*** Opening of Available records ***
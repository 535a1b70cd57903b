"""The conditions a flag stands for, found from a unit's stored calibrations and installation
events (``find_conditions``); ``server.flags.service`` stores them as flags. See that module's
docstring for each kind and its severity."""

from __future__ import annotations

from dataclasses import dataclass
from datetime import date, datetime
from typing import Any

import numpy as np
from sqlalchemy import select
from sqlalchemy.orm import Session, selectinload

import shared
from server.calibrations.models import CalibrationSession, stored_fit, valid_sessions
from server.db import json_safe, utcnow
from server.flags.fleet import keep_curve
from server.flags.models import EventKind, FlagKind, InstallationEvent, Severity
from server.fleet.models import SensorType, Unit, UnitStatus
from server.fleet.service import store_due
from shared.drift import as_found, compare, could_drift

PLOT_POINTS = 41  # readings kept in a drift flag's evidence for its plot
OVERDUE_ACTION_DAYS = 30  # overdue longer than this is an action, before it a warning


@dataclass(frozen=True, slots=True)
class Found:
    """A condition found by a recomputation, before it is stored."""

    unit: Unit
    kind: FlagKind
    severity: Severity
    key: str
    message: str
    evidence: dict[str, Any]


def _g(x: float, digits: int = 3) -> str:
    return f"{x:.{digits}g}"


def _compact(values: Any, n: int = PLOT_POINTS) -> list[float]:
    arr = np.asarray(values, dtype=float)
    if arr.size <= n:
        return [float(v) for v in arr]
    idx = np.unique(np.linspace(0, arr.size - 1, n).round().astype(int))
    return [float(v) for v in arr[idx]]


def installations_between(
    unit: Unit, events: list[InstallationEvent], start: datetime, end: datetime
) -> list[dict[str, Any]]:
    """Where the unit was installed between ``start`` and ``end``: one entry per stint that
    overlaps the interval, {location, from, to} (ISO datetimes; None for an open end). Without any
    recorded event, the unit record's installed-in (if any) is given, marked as such."""
    if not events:
        if unit.installed_in:
            return [
                {
                    "location": unit.installed_in,
                    "from": None,
                    "to": None,
                    "source": "from the unit record; no installation events recorded",
                }
            ]
        return []
    stints: list[dict[str, Any]] = []
    where: str | None = None
    since: datetime | None = None
    for e in sorted(events, key=lambda e: (e.at, e.id)):
        if e.kind is EventKind.installed:
            where, since = e.location, e.at
        elif where is not None:
            stints.append({"location": where, "from": since, "to": e.at})
            where, since = None, None
    if where is not None:
        stints.append({"location": where, "from": since, "to": None})
    overlapping = [
        s
        for s in stints
        if (s["from"] is None or s["from"] < end) and (s["to"] is None or s["to"] > start)
    ]
    return [
        {
            "location": s["location"],
            "from": s["from"].isoformat() if s["from"] else None,
            "to": s["to"].isoformat() if s["to"] else None,
            "source": "installation events",
        }
        for s in overlapping
    ]


# -- the conditions --------------------------------------------------------------------------------


def _failed(unit: Unit, last: CalibrationSession, st: SensorType) -> Found | None:
    stored = last.current_fit
    if stored is None or stored.passed:
        return None
    vu = st.value_unit
    fit = stored_fit(last)
    used = np.asarray(fit.used, dtype=bool)
    value = np.asarray(fit.value)[used]
    allowed_each = (st.tolerance_abs or 0.0) + (st.tolerance_rel or 0.0) / 100.0 * np.abs(value)
    d = stored.decision
    worst, allowed = d.get("worst_error"), d.get("allowed_at_worst")
    reasons = [str(r) for r in d.get("reasons") or []]
    detail = f": {'; '.join(reasons)}" if reasons else ""
    used_pct = d.get("tolerance_used_pct")
    if used_pct is None and isinstance(worst, int | float) and isinstance(allowed, int | float):
        used_pct = 100.0 * abs(worst) / allowed if allowed > 0 else None  # stored before 0009
    if not reasons and isinstance(worst, int | float) and isinstance(allowed, int | float):
        detail += f" (worst error {_g(worst)} {vu}, allowed ±{_g(allowed)} {vu})"
    return Found(
        unit=unit,
        kind=FlagKind.failed_acceptance,
        severity=Severity.action,
        key=f"failed_acceptance:{unit.id}:{last.id}",
        message=f"current calibration of {last.performed_at:%Y-%m-%d} failed acceptance{detail}",
        evidence=json_safe(
            {
                "session_id": last.id,
                "performed_at": last.performed_at,
                "worst_error": worst,
                "worst_error_at": d.get("worst_error_at"),
                "allowed_at_worst": allowed,
                "tolerance_used_pct": used_pct,
                "tur_achieved": d.get("tur_achieved"),
                "tur_required": d.get("tur_required"),
                "reasons": d.get("reasons", []),
                "rule": d.get("rule"),
                "value_unit": vu,
                "points": {
                    "value": value,
                    "error": np.asarray(fit.residuals)[used],
                    "allowed": allowed_each,
                },
            }
        ),
    )


def _drift(
    unit: Unit, prev: CalibrationSession, cur: CalibrationSession, st: SensorType
) -> Found | None:
    vu, ru = st.value_unit, st.reading_unit
    before, after = stored_fit(prev), stored_fit(cur)
    try:
        # most units did not drift, and most of those are told without compare's simulation
        if not could_drift(before, after, drift_limit=st.drift_limit_abs):
            return None
        found = compare(before, after, drift_limit=st.drift_limit_abs, unit=vu)
    except shared.CalibrationError:
        return None  # ranges do not overlap: nothing to compare
    if not found.drifted:
        return None
    limit = f"limit {_g(found.drift_limit)} {vu}, " if found.drift_limit is not None else ""
    message = (
        f"drifted {found.max_deviation:+.3g} {vu} at {_g(found.at_reading, 4)} {ru} between "
        f"{prev.performed_at:%Y-%m-%d} and {cur.performed_at:%Y-%m-%d} ({limit}"
        f"En {found.en_at_max:.2g}, z {found.z_simultaneous:.3g} > critical {found.critical:.3g})"
    )
    return Found(
        unit=unit,
        kind=FlagKind.drift,
        severity=Severity.action,
        key=f"drift:{unit.id}:{prev.id}:{cur.id}",
        message=message,
        evidence=json_safe(
            {
                **_between(prev, cur),
                "max_deviation": found.max_deviation,
                "at_reading": found.at_reading,
                "at_value": found.at_value,
                "en_at_max": found.en_at_max,
                "z_simultaneous": found.z_simultaneous,
                "critical": found.critical,
                "level": found.level,
                "drift_limit": found.drift_limit,
                "common_range": list(found.common_range),
                "rule": found.rule,
                "value_unit": vu,
                "reading_unit": ru,
                "grid": {
                    "reading": _compact(found.reading),
                    "deviation": _compact(found.deviation),
                    "band": _compact(found.band),
                },
            }
        ),
    )


def _between(prev: CalibrationSession, cur: CalibrationSession) -> dict[str, object]:
    """The two sessions a drift or as-found flag compares, for its evidence."""
    return {
        "previous_session_id": prev.id,
        "previous_at": prev.performed_at,
        "current_session_id": cur.id,
        "current_at": cur.performed_at,
    }


def _out_in_service(
    unit: Unit,
    prev: CalibrationSession,
    cur: CalibrationSession,
    st: SensorType,
    events: list[InstallationEvent],
) -> Found | None:
    if not (st.tolerance_abs or st.tolerance_rel):
        return None
    vu = st.value_unit
    used = stored_fit(cur).used  # the points the new calibration used (not fold-back, not excluded)
    points = [p for i, p in enumerate(cur.points) if i < len(used) and bool(used[i])]
    try:
        found = as_found(
            stored_fit(prev),
            [p.reading for p in points],
            [p.reference_value for p in points],
            st.tolerance_abs,
            st.tolerance_rel,
            unit=vu,
        )
    except shared.CalibrationError:
        return None
    if found.in_tolerance:
        return None
    places = installations_between(unit, events, prev.performed_at, cur.performed_at)
    where = (
        "installed in " + " and ".join(str(p["location"]) for p in places)
        if places
        else "no installation recorded"
    )
    message = (
        f"as found {cur.performed_at:%Y-%m-%d}, the calibration of "
        f"{prev.performed_at:%Y-%m-%d} was out of tolerance at {found.n_out} of "
        f"{found.n_judged} points, worst {found.worst_error:+.3g} {vu} at "
        f"{_g(found.worst_at_value, 4)} {vu} (allowed ±{_g(found.allowed_at_worst)} {vu}, "
        f"{found.tolerance_used_pct:.0f} % of its tolerance); "
        f"{where} in between"
    )
    return Found(
        unit=unit,
        kind=FlagKind.out_of_tolerance_in_service,
        severity=Severity.action,
        key=f"out_of_tolerance_in_service:{unit.id}:{prev.id}:{cur.id}",
        message=message,
        evidence=json_safe(
            {
                **_between(prev, cur),
                "n_judged": found.n_judged,
                "n_out": found.n_out,
                "worst_error": found.worst_error,
                "worst_at_reading": found.worst_at_reading,
                "worst_at_value": found.worst_at_value,
                "allowed_at_worst": found.allowed_at_worst,
                "tolerance_used_pct": found.tolerance_used_pct,
                "installations": places,
                "points": {
                    "value": found.value,
                    "error": found.error,
                    "allowed": found.allowed,
                },
                "rule": found.rule,
                "value_unit": vu,
                "reading_unit": st.reading_unit,
            }
        ),
    )


def _overdue(unit: Unit, last: CalibrationSession, st: SensorType, today: date) -> Found | None:
    due = store_due(unit)
    if unit.status in (UnitStatus.retired, UnitStatus.quarantined):
        return None
    if due is None or due.due >= today:
        return None
    late = (today - due.due).days
    return Found(
        unit=unit,
        kind=FlagKind.overdue,
        severity=Severity.action if late > OVERDUE_ACTION_DAYS else Severity.warning,
        key=f"overdue:{unit.id}:{last.id}",
        message=(
            f"due {due.due.isoformat()}, {late} day{'s' if late != 1 else ''} overdue "
            f"(last calibrated {last.performed_at:%Y-%m-%d}, interval {st.interval_days} days"
            f"{', shortened by drift' if due.shortened else ''})"
        ),
        evidence=json_safe(
            {
                "due": due.due,
                "days_overdue": late,
                "last_calibrated": last.performed_at,
                "interval_days": st.interval_days,
                "basis": due.basis,
                "decided_by": due.decided_by,
                "rate_per_year": due.rate_per_year,
                "threshold": due.threshold,
                "n_calibrations": due.n_calibrations,
                "value_unit": st.value_unit,
            }
        ),
    )


def _units_of(
    session: Session, sensor_type: SensorType, only: set[int] | None = None
) -> list[Unit]:
    query = select(Unit).where(Unit.sensor_type_id == sensor_type.id)
    if only is not None:
        query = query.where(Unit.id.in_(only))
    return list(
        session.scalars(
            query.options(
                selectinload(Unit.sessions).selectinload(CalibrationSession.fits),
                selectinload(Unit.sessions).selectinload(CalibrationSession.points),
            ).order_by(Unit.serial)
        )
    )


def find_conditions(
    session: Session,
    sensor_type: SensorType,
    today: date | None = None,
    only: set[int] | None = None,
) -> list[Found]:
    """Every condition of its own that holds now for each unit of ``sensor_type`` (all but the
    fleet outliers, see ``server.flags.fleet``), or with ``only`` (unit ids) for those units;
    each unit's due date and what the fleet comparison needs are stored on it on the way."""
    today = today or utcnow().date()
    chosen = _units_of(session, sensor_type, only)
    for unit in chosen:
        if unit.status is UnitStatus.retired:
            keep_curve(unit, None, sensor_type)
    units = [u for u in chosen if u.status is not UnitStatus.retired]
    events: dict[int, list[InstallationEvent]] = {u.id: [] for u in units}
    if units:
        for e in session.scalars(
            select(InstallationEvent)
            .where(InstallationEvent.unit_id.in_(events))
            .order_by(InstallationEvent.at, InstallationEvent.id)
        ):
            events[e.unit_id].append(e)
    found: list[Found] = []
    for unit in units:
        valid = valid_sessions(unit.sessions)
        if not valid:
            unit.due_on, unit.due_basis = None, None
            keep_curve(unit, None, sensor_type)
            continue
        last = valid[-1]
        keep_curve(unit, last, sensor_type)
        for item in (
            _failed(unit, last, sensor_type),
            _overdue(unit, last, sensor_type, today),
        ):
            if item is not None:
                found.append(item)
        if len(valid) >= 2:
            prev = valid[-2]
            for item in (
                _drift(unit, prev, last, sensor_type),
                _out_in_service(unit, prev, last, sensor_type, events[unit.id]),
            ):
                if item is not None:
                    found.append(item)
    return found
*** Close of Available records ***
Task directions:
All lines of the data above that include the word "dtype" must be shown.

Exercise result:
    arr = np.asarray(values, dtype=float)
    used = np.asarray(fit.used, dtype=bool)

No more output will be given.